Mobile International Speedway
- Location: 7800 Park Blvd Irvington, Alabama 36544
- Coordinates: 30°30′49″N 88°13′11″W﻿ / ﻿30.51361°N 88.21972°W
- Capacity: 9,000
- Owner: Eddie Shoemaker (2025–present) Ida Fields (2024)
- Operator: Jason Smith
- Broke ground: 1964
- Opened: 1965
- Architect: Walter "Skip" Wetjen
- Major events: Former: NASCAR K&N Pro Series East Mobile 150 (2016) ARCA Racing Series ARCA Mobile 200 (2012–2015) NASCAR Southeast Series (1991–1996, 2001) CARS Tour (1998–1999)

Oval (1965–present)
- Surface: Asphalt
- Length: 0.500 mi (0.805 km)

= Mobile International Speedway =

NASCAR race track

Mobile International Speedway is a 0.500 mi paved oval track along U.S. Highway 90 in Irvington, Mobile County, Alabama, United States. It was built by Walter "Skip" Wetjen, and opened in 1965.

==History==
During the golden age of stock car racing, the track held races with the likes of Gene Tapia, Wayne Niedecken Sr., Phil Wendt, and other NASCAR drivers. Longtime stock car driver Red Farmer won his 500th feature race at the track.

From 1966 to 1968 the track hosted open-wheel racing and held the annual World 300 race for Supermodified racing, which attracted competitors that included notable drivers such as Bobby Allison, Dale Hammac and Armond Holley.

In the 1980s, the track hosted races sanctioned by All Pro Stock, ASA, NASCAR Grand American, NASCAR All-American Challenge Series, and NASCAR All Pro Stock Car. They included drivers Donnie Allison, Rusty Wallace, Dave Mader III, Ronnie Sanders, Mike Cope, Freddy Fryar, Junior Niedecken, Jody Ridley and others.

More recently, the track has been home to a number of rising NASCAR and ARCA drivers including Rick Crawford, Kevin Swindell (a development driver for Ray Evernham), Bubba Pollard (of Roush Racing: Driver X), Cale Gale and Grant Enfinger. Kevin Swindell holds the all-time track record.

The ARCA Racing Series held the ARCA Mobile 200 at the track from 2012 to 2015, all of them won by local drivers: 1 win for Cale Gale and 3 for Enfinger.
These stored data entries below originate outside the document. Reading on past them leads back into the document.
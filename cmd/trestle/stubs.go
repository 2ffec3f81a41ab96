package main

import "errors"

func runModes(e env) error     { return errors.New("modes: not yet") }
func runResponse(e env) error  { return errors.New("response: not yet") }
func runRanges(e env) error    { return errors.New("not yet") }
func runCompare(e env) error   { return errors.New("not yet") }
func runRingdown(e env) error  { return errors.New("not yet") }
func runGenerate(e env) error  { return errors.New("not yet") }
func runExport(e env) error    { return errors.New("not yet") }
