// Command trestle designs and checks machine stands from the command line.
// It is a thin layer over the trestle library: it parses flags and files,
// calls springnet (statics, mount stiffness, member checks, buckling,
// modes, frequency response), springnet/modelfile (model files),
// springnet/ringdown (tap tests) and springnet/draw (pictures), and prints.
//
// # Commands
//
//	trestle demo                 the full analysis of the built-in demo stand
//	trestle analyse FILE         load cases, mount stiffness, load share, utilisation,
//	                             buckling, natural modes
//	trestle modes FILE           natural frequencies, modal damping, running-speed check
//	trestle response FILE        driving-point frequency response at the mounts
//	trestle ranges FILE          governing numbers at low, nominal and high material values
//	trestle compare A B          governing numbers of two models side by side
//	trestle ringdown CSV         tap-test record → frequency, ζ, δ, η, Q, ψ with uncertainties
//	trestle materials [NAME]     the material catalogue, or one material with its sources
//	trestle sections [SPEC]      section shapes, or the properties of one section
//	trestle generate             a model file for a common layout
//	trestle export FILE          K, M and load vectors in Matrix Market form
//	trestle draw FILE            SVG or PNG: four views, deflection or mode shape, colours
//
// Every command takes --help, with an example. FILE may be "-" (standard
// input) or "demo" (the built-in demo model). The model file format is
// described in springnet/modelfile/doc.go.
//
// # Output
//
// Text reports are aligned tables, governing numbers first, then
// warnings (lifted feet, feet held sideways at the point of lifting,
// uplift, tipping, overstress, resonance), then
// details, and they end with the cautions. A case under which the stand
// tips over (no stable set of feet stays in contact) is named first
// among the warnings and has no results; the other cases stand. ranges
// runs one springnet.Sweep (one Solver reused over the levels). --units si prints N/µm, mm,
// µm, N, MPa, kg; --units us prints lbf/in, in, lbf, psi, lb.
//
// --json prints the same report as JSON, always in SI base units with the
// unit in each field name, and a "schema" field naming the report and its
// version ("trestle.analysis/1"). SCHEMA.md in this folder documents every
// report; the Go structs in schema.go are the definition.
//
// # Files
//
// An input is never overwritten: an output path that names an input is
// refused. Outputs (pictures, model files, matrices, CSV) are written to a
// temporary file in the same folder and renamed into place, so a failed
// run leaves any earlier file as it was. `generate` refuses to write over
// an existing model file (it may hold the user's edits) unless given
// --replace.
//
// # Errors
//
// Every error is printed to standard error as "trestle: ..." and the exit
// code is 1. Errors from files name the file and line (the model-file
// reader's and ring-down reader's messages); a model that can move
// freely names the node and direction.
//
// # Tests
//
// go test ./cmd/trestle runs the commands in-process through run. The
// golden reports in testdata/*.golden are rewritten with
// go test ./cmd/trestle -update; their numbers for testdata/four-legs.toml
// are checked against hand calculations in TestFourLegsHandCheck,
// TestModesHandCheck and TestResponseHandCheck.
package main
The NASCAR K&N Pro Series East held the Mobile 150 there in 2016. Also, the NASCAR Southeast Series hosted 9 races at Mobile International Speedway, between 1991 and 2001.

The CARS Hooters Pro Cup Series also had run three races at the facility, between 1998 and 1999.

==Film and television==
Opening scenes from the 2009 film The Final Destination were shot at the track.